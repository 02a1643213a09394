// Package present formats results for people: SI values shown in SI or US
// customary units, check values and margins, the same way in the terminal
// tables and in the PDF record.
package present

import (
	"fmt"
	"math"
	"strings"

	"pasval/internal/assess"
	"pasval/internal/units"
)

// Display formats SI values in the chosen unit system.
type Display struct{ Sys units.System }

// Unit is the display unit of a kind.
func (d Display) Unit(k units.Kind) string { return units.DisplayUnit(k, d.Sys) }

// Num formats a value without its unit.
func (d Display) Num(v float64, k units.Kind, prec int) string {
	return fmt.Sprintf("%.*f", prec, units.FromSI(v, k, d.Unit(k)))
}

// With formats a value followed by its unit.
func (d Display) With(v float64, k units.Kind, prec int) string {
	return d.Num(v, k, prec) + " " + d.Unit(k)
}

// Power prints a duty: kW in SI, Btu/h (no decimals) in US units.
func (d Display) Power(w float64) string {
	if d.Sys == units.US {
		return fmt.Sprintf("%.0f", units.FromSI(w, units.Power, "Btu/h"))
	}
	return fmt.Sprintf("%.1f", w/1e3)
}

// Signed puts an explicit sign on a formatted number, with a true minus sign.
func Signed(s string) string {
	if !strings.HasPrefix(s, "-") {
		return "+" + s
	}
	return "−" + s[1:]
}

// Small prints a short length: mm in SI, inches in US units.
func (d Display) Small(m float64) string {
	if d.Sys == units.US {
		return fmt.Sprintf("%.3f in", units.FromSI(m, units.Length, "in"))
	}
	return fmt.Sprintf("%.1f mm", m*1e3)
}

// CheckValue formats a check's required or actual value in display units.
func CheckValue(v float64, unit string, d Display) string { return checkValue(v, unit, d, 0) }

// checkValue formats with extra decimals beyond the usual precision.
func checkValue(v float64, unit string, d Display, extra int) string {
	switch unit {
	case "°C":
		return d.With(v, units.Temperature, 2+extra)
	case "s":
		return fmt.Sprintf("%.*f s", 2+extra, v)
	case "m":
		return d.With(v, units.Length, 2+extra)
	case "Pa":
		return d.With(v, units.Pressure, 1+extra)
	case "slope":
		return slope(v, d, extra)
	case "log":
		if v > LogCap {
			return LogText(v) + " log"
		}
		return fmt.Sprintf("%.*f log", 2+extra, v)
	case "K":
		return d.With(v, units.TemperatureDifference, 2+extra)
	case "pass":
		if v >= 0.5 {
			return "passed"
		}
		return "failed"
	case "":
		return fmt.Sprintf("%.*g", 3+extra, v)
	}
	return fmt.Sprintf("%.*g %s", 4+extra, v, unit)
}

// CheckValues formats a check's required and actual values, with more
// decimals when they would print alike but differ (15.0001 s against
// 14.9987 s is not "15.00 s" against "15.00 s").
func CheckValues(c assess.Check, d Display) (required, actual string) {
	for extra := 0; ; extra++ {
		required, actual = checkValue(c.Required, c.Unit, d, extra), checkValue(c.Actual, c.Unit, d, extra)
		if required != actual || atLimit(c) || extra >= 8 {
			return required, actual
		}
	}
}

// atLimit is a margin within the one tolerance rule of zero: the value equals
// its limit by construction.
func atLimit(c assess.Check) bool {
	return math.Abs(c.Margin) <= assess.Tolerance*math.Abs(c.Required)
}

// CheckMargin formats a check's margin with its sign, in display units, with
// enough decimals to show the sign of a small margin; a margin at the limit
// (within the tolerance rule) prints as an unsigned zero.
func CheckMargin(c assess.Check, d Display) string {
	if c.MarginUnit == "pass" {
		return "—"
	}
	if c.MarginUnit == "log" && c.Actual > LogCap {
		return "> " + Signed(fmt.Sprintf("%.2f", LogCap-c.Required)) + " log"
	}
	for extra := 0; ; extra++ {
		num, unit := marginNumber(c, d, extra)
		if atLimit(c) {
			return strings.TrimPrefix(num, "-") + unit
		}
		if strings.Trim(num, "-0.") != "" || extra >= 8 {
			return Signed(num) + unit
		}
	}
}

// marginNumber is a margin's number (unsigned form from %f) and its unit.
func marginNumber(c assess.Check, d Display, extra int) (string, string) {
	switch c.MarginUnit {
	case "K":
		return d.Num(c.Margin, units.TemperatureDifference, 2+extra), " " + d.Unit(units.TemperatureDifference)
	case "Pa":
		return d.Num(c.Margin, units.Pressure, 1+extra), " " + d.Unit(units.Pressure)
	case "m":
		return d.Num(c.Margin, units.Length, 2+extra), " " + d.Unit(units.Length)
	case "%":
		return fmt.Sprintf("%.*f", 1+extra, c.Margin), " %"
	case "slope":
		s := slope(c.Margin, d, extra)
		i := strings.LastIndex(s, " ")
		return s[:i], s[i:]
	case "log":
		return fmt.Sprintf("%.*f", 2+extra, c.Margin), " log"
	case "s":
		return fmt.Sprintf("%.*f", 2+extra, c.Margin), " s"
	}
	return fmt.Sprintf("%.*g", 3+extra, c.Margin), " " + c.MarginUnit
}

// Slope prints rise/length as cm/m (SI) or in/ft (US).
func Slope(v float64, d Display) string { return slope(v, d, 0) }

func slope(v float64, d Display, extra int) string {
	if d.Sys == units.US {
		return fmt.Sprintf("%.*f in/ft", 3+extra, v*12)
	}
	return fmt.Sprintf("%.*f cm/m", 2+extra, v*100)
}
====
## Task description
Look through the listing above and copy each line with the word "present" in it.

## Result of this exercise
// Package present formats results for people: SI values shown in SI or US
package present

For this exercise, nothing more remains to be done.